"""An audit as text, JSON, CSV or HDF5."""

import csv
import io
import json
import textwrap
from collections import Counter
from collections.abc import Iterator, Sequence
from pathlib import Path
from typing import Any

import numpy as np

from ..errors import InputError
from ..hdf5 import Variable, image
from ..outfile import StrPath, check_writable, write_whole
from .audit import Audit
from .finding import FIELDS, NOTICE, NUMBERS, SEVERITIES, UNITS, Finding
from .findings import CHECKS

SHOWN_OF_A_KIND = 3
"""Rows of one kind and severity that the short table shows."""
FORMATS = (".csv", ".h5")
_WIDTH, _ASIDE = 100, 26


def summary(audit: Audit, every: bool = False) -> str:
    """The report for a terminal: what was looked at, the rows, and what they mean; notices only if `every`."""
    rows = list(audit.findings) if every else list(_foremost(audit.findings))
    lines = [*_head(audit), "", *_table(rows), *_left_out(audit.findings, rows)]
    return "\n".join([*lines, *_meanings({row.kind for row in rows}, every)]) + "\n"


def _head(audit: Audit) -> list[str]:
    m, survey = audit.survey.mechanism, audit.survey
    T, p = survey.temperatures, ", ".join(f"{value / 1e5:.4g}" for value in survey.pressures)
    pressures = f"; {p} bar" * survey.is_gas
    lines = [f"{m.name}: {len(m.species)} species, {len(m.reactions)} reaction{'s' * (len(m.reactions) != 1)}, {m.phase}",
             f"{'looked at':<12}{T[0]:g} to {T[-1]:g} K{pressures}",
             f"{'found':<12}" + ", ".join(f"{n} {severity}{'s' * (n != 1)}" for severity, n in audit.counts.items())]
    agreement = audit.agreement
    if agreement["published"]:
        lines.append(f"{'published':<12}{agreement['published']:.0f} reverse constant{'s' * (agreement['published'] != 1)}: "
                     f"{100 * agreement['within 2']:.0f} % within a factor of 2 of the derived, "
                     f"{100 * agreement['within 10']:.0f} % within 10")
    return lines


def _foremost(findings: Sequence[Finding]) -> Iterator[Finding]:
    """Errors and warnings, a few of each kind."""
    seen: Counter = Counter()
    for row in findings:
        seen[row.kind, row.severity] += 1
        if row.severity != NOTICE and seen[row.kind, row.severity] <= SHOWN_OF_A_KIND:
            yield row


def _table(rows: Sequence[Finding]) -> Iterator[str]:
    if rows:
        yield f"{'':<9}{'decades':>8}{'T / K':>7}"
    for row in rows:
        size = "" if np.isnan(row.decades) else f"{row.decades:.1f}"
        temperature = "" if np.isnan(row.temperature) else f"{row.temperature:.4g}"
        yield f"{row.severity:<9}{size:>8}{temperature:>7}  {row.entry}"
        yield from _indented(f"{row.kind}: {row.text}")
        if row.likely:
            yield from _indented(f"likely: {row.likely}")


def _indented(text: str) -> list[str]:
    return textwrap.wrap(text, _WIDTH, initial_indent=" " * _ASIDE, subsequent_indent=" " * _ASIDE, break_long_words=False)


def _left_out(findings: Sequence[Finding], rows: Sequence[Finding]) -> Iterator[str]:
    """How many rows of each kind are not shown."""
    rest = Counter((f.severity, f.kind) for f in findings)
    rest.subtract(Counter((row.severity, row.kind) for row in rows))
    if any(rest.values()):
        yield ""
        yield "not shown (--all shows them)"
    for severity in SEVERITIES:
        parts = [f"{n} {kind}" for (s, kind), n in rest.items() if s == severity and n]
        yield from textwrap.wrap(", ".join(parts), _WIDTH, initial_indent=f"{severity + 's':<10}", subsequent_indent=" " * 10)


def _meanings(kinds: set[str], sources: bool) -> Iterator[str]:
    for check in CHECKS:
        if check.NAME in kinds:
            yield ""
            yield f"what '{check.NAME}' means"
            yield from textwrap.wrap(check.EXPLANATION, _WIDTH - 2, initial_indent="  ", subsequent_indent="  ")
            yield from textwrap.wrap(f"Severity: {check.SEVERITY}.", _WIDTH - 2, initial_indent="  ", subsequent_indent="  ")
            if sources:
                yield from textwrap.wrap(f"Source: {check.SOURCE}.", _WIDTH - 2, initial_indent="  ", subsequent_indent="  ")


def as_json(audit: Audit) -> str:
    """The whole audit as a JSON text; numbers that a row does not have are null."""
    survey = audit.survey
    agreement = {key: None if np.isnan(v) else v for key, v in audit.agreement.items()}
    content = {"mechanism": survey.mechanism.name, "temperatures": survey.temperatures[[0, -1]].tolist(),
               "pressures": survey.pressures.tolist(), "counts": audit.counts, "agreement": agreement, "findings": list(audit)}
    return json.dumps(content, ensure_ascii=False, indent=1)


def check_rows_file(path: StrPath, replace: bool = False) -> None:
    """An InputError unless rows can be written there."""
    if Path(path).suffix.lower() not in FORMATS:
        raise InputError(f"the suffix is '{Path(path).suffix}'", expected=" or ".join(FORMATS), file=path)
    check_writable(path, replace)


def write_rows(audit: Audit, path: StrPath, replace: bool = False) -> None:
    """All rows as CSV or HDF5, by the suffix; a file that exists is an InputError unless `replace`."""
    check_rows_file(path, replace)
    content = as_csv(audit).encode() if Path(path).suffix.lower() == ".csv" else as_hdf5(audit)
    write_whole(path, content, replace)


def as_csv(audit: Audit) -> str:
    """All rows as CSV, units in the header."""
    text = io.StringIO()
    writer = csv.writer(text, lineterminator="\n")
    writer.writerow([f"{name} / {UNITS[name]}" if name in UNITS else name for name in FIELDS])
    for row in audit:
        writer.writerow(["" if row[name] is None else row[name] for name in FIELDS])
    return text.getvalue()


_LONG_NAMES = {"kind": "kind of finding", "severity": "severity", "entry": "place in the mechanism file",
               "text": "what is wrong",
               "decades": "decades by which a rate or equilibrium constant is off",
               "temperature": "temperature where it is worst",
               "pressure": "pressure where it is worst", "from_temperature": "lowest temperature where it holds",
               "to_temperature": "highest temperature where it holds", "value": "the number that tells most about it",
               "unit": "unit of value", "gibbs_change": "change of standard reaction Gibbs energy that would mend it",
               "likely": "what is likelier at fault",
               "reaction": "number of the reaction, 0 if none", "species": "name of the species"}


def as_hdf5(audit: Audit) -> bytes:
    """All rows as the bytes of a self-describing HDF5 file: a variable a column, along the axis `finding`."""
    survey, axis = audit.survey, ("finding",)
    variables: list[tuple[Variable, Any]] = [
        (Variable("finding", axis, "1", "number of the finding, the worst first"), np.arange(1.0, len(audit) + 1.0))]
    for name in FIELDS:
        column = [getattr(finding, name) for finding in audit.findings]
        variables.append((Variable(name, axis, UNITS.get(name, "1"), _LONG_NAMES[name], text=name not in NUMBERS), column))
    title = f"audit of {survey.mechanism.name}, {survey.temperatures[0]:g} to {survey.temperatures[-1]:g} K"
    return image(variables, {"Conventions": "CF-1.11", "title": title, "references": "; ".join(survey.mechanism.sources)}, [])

==================================================

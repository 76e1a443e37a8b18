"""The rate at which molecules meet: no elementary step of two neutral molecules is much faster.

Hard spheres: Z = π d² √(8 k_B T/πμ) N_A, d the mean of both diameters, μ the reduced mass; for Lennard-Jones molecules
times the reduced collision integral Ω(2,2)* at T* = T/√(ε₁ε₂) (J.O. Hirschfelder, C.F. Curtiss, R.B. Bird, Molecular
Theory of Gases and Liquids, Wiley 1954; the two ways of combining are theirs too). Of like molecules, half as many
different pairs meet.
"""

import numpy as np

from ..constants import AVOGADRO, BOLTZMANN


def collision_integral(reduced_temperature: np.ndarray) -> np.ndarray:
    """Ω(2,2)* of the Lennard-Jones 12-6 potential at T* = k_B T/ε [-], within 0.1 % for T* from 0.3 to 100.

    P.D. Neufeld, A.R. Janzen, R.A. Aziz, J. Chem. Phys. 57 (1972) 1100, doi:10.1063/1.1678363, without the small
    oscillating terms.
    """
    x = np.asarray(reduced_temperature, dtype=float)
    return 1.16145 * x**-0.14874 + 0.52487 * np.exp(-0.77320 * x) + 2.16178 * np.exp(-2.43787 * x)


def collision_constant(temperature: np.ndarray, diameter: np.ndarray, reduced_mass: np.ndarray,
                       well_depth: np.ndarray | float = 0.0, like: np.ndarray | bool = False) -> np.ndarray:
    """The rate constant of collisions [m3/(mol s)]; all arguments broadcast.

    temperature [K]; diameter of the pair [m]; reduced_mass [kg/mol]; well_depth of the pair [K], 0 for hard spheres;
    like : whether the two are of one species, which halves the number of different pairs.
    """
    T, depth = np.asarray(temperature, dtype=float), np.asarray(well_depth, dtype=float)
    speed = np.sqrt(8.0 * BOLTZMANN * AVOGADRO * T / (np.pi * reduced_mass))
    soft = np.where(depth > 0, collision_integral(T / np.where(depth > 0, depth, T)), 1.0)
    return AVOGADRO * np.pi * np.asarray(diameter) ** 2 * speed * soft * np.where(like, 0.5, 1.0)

==================================================

:: YOUR TASK ::
The word "content" appears in some lines of the data; state how many such lines there are, and nothing further.

:: SOLUTION TO THE PROBLEM ::
4